Ever since RH 6.0, I've been having a lot of problems with crashing kernels. I've upgraded the kernel-related packages to 2.2.5-22 and the XFree86 packages to 3.3.5-1.6.0. Usually, the crash is either associated with opening lots of windows (swapping problem, bug 4224), netscape (X font server, bug 4187) or just simply leaving the computer running for several days. Usually, the crash occurs when I shut down the X-server, log out (as an ordinary user in run level 5) or changing to run level 1. There is so much diagnostic and the computer hangs, requiring a hard reboot. (Occasionally, as a result, some packages get corrupted and I have to reinstall them.) A few days ago, the diagnostic was short enough to fit on the screen, so I was able to transcribe them before rebooting.

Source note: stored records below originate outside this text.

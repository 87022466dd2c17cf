"""One mark per run and per step, where its swing and its quantities put it."""

from __future__ import annotations

from dataclasses import replace

import numpy as np
import pytest
from report_rig import VANE, full_inputs, identification, quantity, step_result

from freqid.estimate.amplitude_dependence import DEPENDENT, AmplitudePoint, amplitude_dependence
from freqid.estimate.measured_amplitude import MeasuredAmplitude
from freqid.report import amplitude_figure, draw_report
from freqid.report.amplitude_ladder import rungs_of
from freqid.step_relations import logarithmic_decrement
from freqid.step_test.step_result import StepReading, StepResult


def steps_of(volts: list[float]) -> StepResult:
    """Steps of a linear vane: each has the decrement and the peak time of the vane itself."""
    damped = VANE.natural_frequency * np.sqrt(1 - VANE.damping_ratio**2)
    read = {
        "log_decrement": quantity(float(logarithmic_decrement(VANE.damping_ratio)), "1", 0.01),
        "peak_time": quantity(1 / (2 * damped), "s", 0.001),
    }
    steps = tuple(StepReading(time=3.0 * n, voltage_before=0.0, voltage_after=v, quantities=read)
                  for n, v in enumerate(volts))  # fmt: skip
    return replace(step_result(), steps=steps)


def test_steps_of_a_linear_rig_give_its_own_values() -> None:
    """Decrement and peak time go back to the vane's natural frequency and damping ratio, at gain times voltage."""
    rungs = rungs_of(None, steps_of([0.5, -1.0, 2.0]))
    assert [rung.swing for rung in rungs] == pytest.approx([6.0, 12.0, 24.0], rel=0.1)  # the fitted gain is near 12
    for rung in rungs:
        assert rung.natural_frequency is not None and rung.damping_ratio is not None
        assert rung.natural_frequency.value == pytest.approx(VANE.natural_frequency, rel=1e-9)
        assert rung.damping_ratio.value == pytest.approx(VANE.damping_ratio, rel=1e-9)


def test_uncertainties_are_those_of_the_scatter() -> None:
    """Drawing decrement and peak time at random scatters both quantities by what is stated."""
    rung = rungs_of(None, steps_of([0.5, 1.0]))[0]
    rng = np.random.default_rng(1)
    decrement = float(logarithmic_decrement(VANE.damping_ratio)) + 0.01 * rng.standard_normal(20000)
    zeta = decrement / np.sqrt(4 * np.pi**2 + decrement**2)
    peak = 1 / (2 * VANE.natural_frequency * np.sqrt(1 - VANE.damping_ratio**2)) + 1e-3 * rng.standard_normal(20000)
    frequency = 1 / (2 * peak * np.sqrt(1 - zeta**2))
    assert rung.natural_frequency is not None and rung.damping_ratio is not None
    # 20000 draws: their standard deviation is known to 0.5 %; first order misses less than (u / value)^2 = 1e-4
    assert rung.damping_ratio.standard_uncertainty == pytest.approx(np.std(zeta), rel=0.02)
    assert rung.natural_frequency.standard_uncertainty == pytest.approx(np.std(frequency), rel=0.02)


def test_nothing_is_drawn_where_all_swings_are_the_same() -> None:
    """Equal steps say nothing of amplitude: no rungs, no figure in the report."""
    assert rungs_of(None, steps_of([1.0, -1.0, 1.0])) == ()
    inputs = replace(full_inputs(), identification=None, step_result=steps_of([1.0, -1.0]))
    assert "amplitude_ladder" not in draw_report(inputs)


def test_runs_and_steps_stand_in_one_figure() -> None:
    """Two runs of different amplitude and two steps: four marks a row at their swings."""
    points = [
        AmplitudePoint(
            run=f"response-00{n}",
            amplitude=MeasuredAmplitude(rms_voltage=1.0 * n, rms_angle=4.0 * n, peak_angle=10.0 * n),
            quantities={name: quantity(1.0 + n, "1", 0.1) for name in DEPENDENT},
        )
        for n in (1, 2)
    ]
    dependence = amplitude_dependence(points, angle_unit="deg", degrees_of_freedom=50.0)
    model = replace(identification().model, amplitude=points[1].amplitude, dependence=dependence)
    rungs = rungs_of(model, steps_of([0.5, 1.5]))
    assert [rung.swing for rung in rungs if rung.source == "frequency_test"] == [10.0, 20.0]
    assert len(rungs) == 4
    upper, lower = amplitude_figure(rungs, angle_unit="deg").axes
    drawn = sorted(x for container in upper.containers for x in container.lines[0].get_xdata())
    assert drawn == pytest.approx(sorted(rung.swing for rung in rungs))
    assert lower.get_xlabel() == "largest swing (deg)" and "(Hz)" in upper.get_ylabel()
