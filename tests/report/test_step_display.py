"""The step figure lays measurement and prediction on one time axis, and its band is what the covariance implies."""

from __future__ import annotations

from dataclasses import replace

import numpy as np
import pytest
from report_rig import STEP_TIMES, VANE, covariance, identification, step_result, step_run

from freqid.quantity import coverage_factor
from freqid.report.figure_style import svg_text
from freqid.report.step_display import chosen_steps, curve_times, predicted_step, step_view
from freqid.report.step_figure import step_figure_of
from freqid.second_order import SecondOrder
from freqid.step_relations import normalised_step_response


def test_chosen_steps_are_the_first_clear_one_up_and_down() -> None:
    """Equal steps, equally well read: the first of each direction."""
    assert [step.time for step in chosen_steps(step_result())] == [STEP_TIMES[0], STEP_TIMES[1]]


def test_step_with_less_read_off_gives_way() -> None:
    """A step whose overshoot was not determined is not the one to show."""
    result = step_result()
    poor = replace(result.steps[1], quantities={**result.steps[1].quantities, "percent_overshoot": None})
    shown = chosen_steps(replace(result, steps=(result.steps[0], poor, result.steps[2])))
    assert [step.time for step in shown] == [STEP_TIMES[0], STEP_TIMES[2]]


@pytest.mark.parametrize("offset_known", [False, True])
def test_noise_free_samples_lie_on_the_prediction(offset_known: bool) -> None:
    """With the true model and clock the samples are the prediction, on one clock or on two."""
    result, found = step_result(offset_known=offset_known), identification(offset_known=offset_known)
    view = step_view(step_run(offset_known=offset_known), result, result.steps[0])
    predicted = predicted_step(view, found, result, view.time)
    assert len(view.time) > 60
    # the simulation averages over an exposure 150 ppm longer, as the view does; the rest angle is a median of equal
    # values; what remains is rounding of 1e-16 / (wn dt)^2 with wn dt = 0.019, times a gain of 12 and 8000 steps
    np.testing.assert_allclose(view.angle, predicted.angle, atol=1e-7)


def test_prediction_is_the_closed_form_step_response() -> None:
    """Without averaging a lone step of 1 V is gain times the normalised step response."""
    result = step_result()
    view = replace(step_view(step_run(), result, result.steps[0]), exposure=0.0)
    time = np.linspace(-0.2, 1.5, 200)
    expected = VANE.gain * normalised_step_response(2 * np.pi * VANE.natural_frequency * time, VANE.damping_ratio)
    got = predicted_step(view, identification(), result, time).angle
    # rounding as above
    np.testing.assert_allclose(got, np.where(time > 0, expected, 0.0), atol=1e-7)


def test_band_is_the_scatter_of_models_drawn_from_the_covariance() -> None:
    """Half the band over the coverage factor equals the standard deviation over 2000 drawn models, delay left out."""
    result, found = step_result(), identification()
    view = step_view(step_run(), result, result.steps[0])
    time = np.array([0.05, 0.166, 0.3, 0.8, 1.5])
    band = predicted_step(view, found, result, time).half / coverage_factor(found.model.degrees_of_freedom)
    rng = np.random.default_rng(7)
    drawn = rng.multivariate_normal(VANE.vector[:3], covariance()[:3, :3], size=2000)
    motions = [
        model.gain * normalised_step_response(2 * np.pi * model.natural_frequency * time, model.damping_ratio)
        for model in (SecondOrder(gain=k, natural_frequency=f, damping_ratio=z) for k, f, z in drawn)
    ]
    # a standard deviation from 2000 draws scatters by 1/sqrt(4000) = 1.6 %; five values at 4 sigma: 6.5 %; averaging
    # over 4 ms of a 333 ms period changes the motion by (pi 0.004 / 0.333)^2 / 6 = 0.02 %
    np.testing.assert_allclose(band, np.std(motions, axis=0), rtol=0.065)


def test_known_delay_widens_the_band_where_the_motion_is_fast() -> None:
    """On one clock the uncertain delay moves the flank; on two clocks the onsets are laid on each other."""
    time = np.array([0.06])
    halves = []
    for offset_known in (True, False):
        result = step_result(offset_known=offset_known)
        view = step_view(step_run(offset_known=offset_known), result, result.steps[0])
        halves.append(predicted_step(view, identification(offset_known=offset_known), result, time).half[0])
    assert halves[0] > halves[1]


def test_view_ends_before_the_next_step() -> None:
    """A hold of 2.5 s is never shown longer than that."""
    result = step_result()
    view = step_view(step_run(), result, result.steps[0])
    assert view.span[0] < 0 < view.span[1] < STEP_TIMES[1] - STEP_TIMES[0]
    assert curve_times(view)[0] == view.span[0]


def test_figure_draws_stops_only_where_the_motion_comes_near() -> None:
    """The vane swings to about 20 deg: stops at 25 deg are drawn, stops at 100 deg are not."""
    result, run = step_result(), step_run(noise=0.1)

    def names(stops: float) -> list[str]:
        figure = step_figure_of(run, result, identification=identification(), stops=stops)
        return [text.get_text() for axes in figure.axes for text in axes.texts]

    assert "end stop" in names(25.0)
    assert "end stop" not in names(100.0)


def test_many_samples_are_drawn_as_their_range_with_means() -> None:
    """Twenty times the frames: one line from least to most, and means whose intervals mostly hold the truth."""
    run, result = step_run(), step_result()
    stamps = np.linspace(run.angle.time[0], run.angle.time[-1], 20 * len(run.angle.time))
    noisy = np.interp(stamps, run.angle.time, run.angle.angle) + np.random.default_rng(4).normal(0, 0.3, len(stamps))
    many = replace(run, angle=replace(run.angle, time=stamps, angle=noisy))
    figure = step_figure_of(many, result, identification=identification())
    words = [text.get_text() for axes in figure.axes for text in axes.texts]
    assert "— measured, from least to most" in words and any(word.startswith("◇ means of") for word in words)
    assert len(svg_text(figure)) < 300_000


def test_figure_without_a_model_shows_the_measurement_alone() -> None:
    """One panel per direction, no residual panel."""
    assert len(step_figure_of(step_run(), step_result()).axes) == 2
    assert len(step_figure_of(step_run(), step_result(), identification=identification()).axes) == 4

Here goes: Output left on the last screen before the computer hung. ... INIT: Sending processes the TERM signal Shutting down X Font Server: [OK] Stopping gpm [OK] Unable to handle kernel paging request at virtual addresses d10ea7d8 current->tss.cr3 = 00872000, %cr3=00872000 *pde = 00000000 Oops: 0000 CPU: 0 EIP: 0010:[<c01307ae>] EFLAGS: 00010212 eax: d10ea770 ebx: 000008ae ecx: c022fd68 edx: d10ea770 esi: c3d9c200 edi: 000008ae ebp: c3d9c200 esp: c335df14 ds: 0018 es: 0018 ss: 0018 Process rc (pid:2932, process nr:45, stackpage=c335d000) stack: c0130a0d c3d9c200 000008ae c022fd68 000008ae c2041360 c2595540 c259558c c013d414 c3d9c200 000008ae c2041360 c2595540 c335df88 c26dc4b0 c012b05a c2595540 c2041360 c335df88 00000000 c243e016 00000001 c012b222 c3f5c280 Call Trace: [<c0130a0d>][<c013d414>][<c012b05a>][<c012b222>][<c012b314>][<c0129422>][<c01095a8>] Code: 39 70 68 75 0d 39 58 18 75 08 ff 40 1c eb 0b 8d 76 00 8b 12 INIT: no more processes left in this runlevel At this point, the computer hung. At other times, diagnostics claims a kernel panic. Yet other times, there is no diagnostic at all--it just hangs. I realize that this is not very specific information. Let me know how to get more better information on the crash.
One thing you can do is run the oops through the 'ksymoops' program (it's included in the kernel source in /usr/src/linux/scripts/ksymoops). This will show exactly where the kernel dies at.
assigned to dledford
Please download and install the 2.2.12-20 kernel from the Red Hat Linux 6.1 distribution and see if the problem continues. Report that back here. Until we know if the problem still happens this bug report will be on hold. ------- Additional Comments From 10/11/99 09:04 ------- Where is the Oops file located?
I've updated to kernel 2.2.12-20--The problem still exists.
The problem description you've given so far sounds largely like a hardware corruption issue. We have a standard test we run on systems to see if there are hardware problems. That test requires about 100MBytes of free disk space, one of the linux-2.2.x.tar.gz kernel source tar balls, and the following script: #!/bin/sh rm -fr linux linux.save tar xzf linux-2.2.0.tar.gz mv linux linux.save i=0 while [ "$i" -lt "10" ]; do tar xzf linux-2.2.0.tar.gz diff -U 3 -rN linux.save linux rm -rf linux i=`expr $i + 1` done rm -fr linux.save _______End of Script______ If you run that script and it generates any output on your computer screen at all, then you most likely have hardware corruption. I realize this isn't something one would expect to show up just by upgrading the OS, but keep in mind that with each version of our product that we release, the kernel typically just keeps getting faster and faster, and the later kernels can cause problems to show up on systems that were just barely eeking by before.
I got output from running the script, so it must be hardware.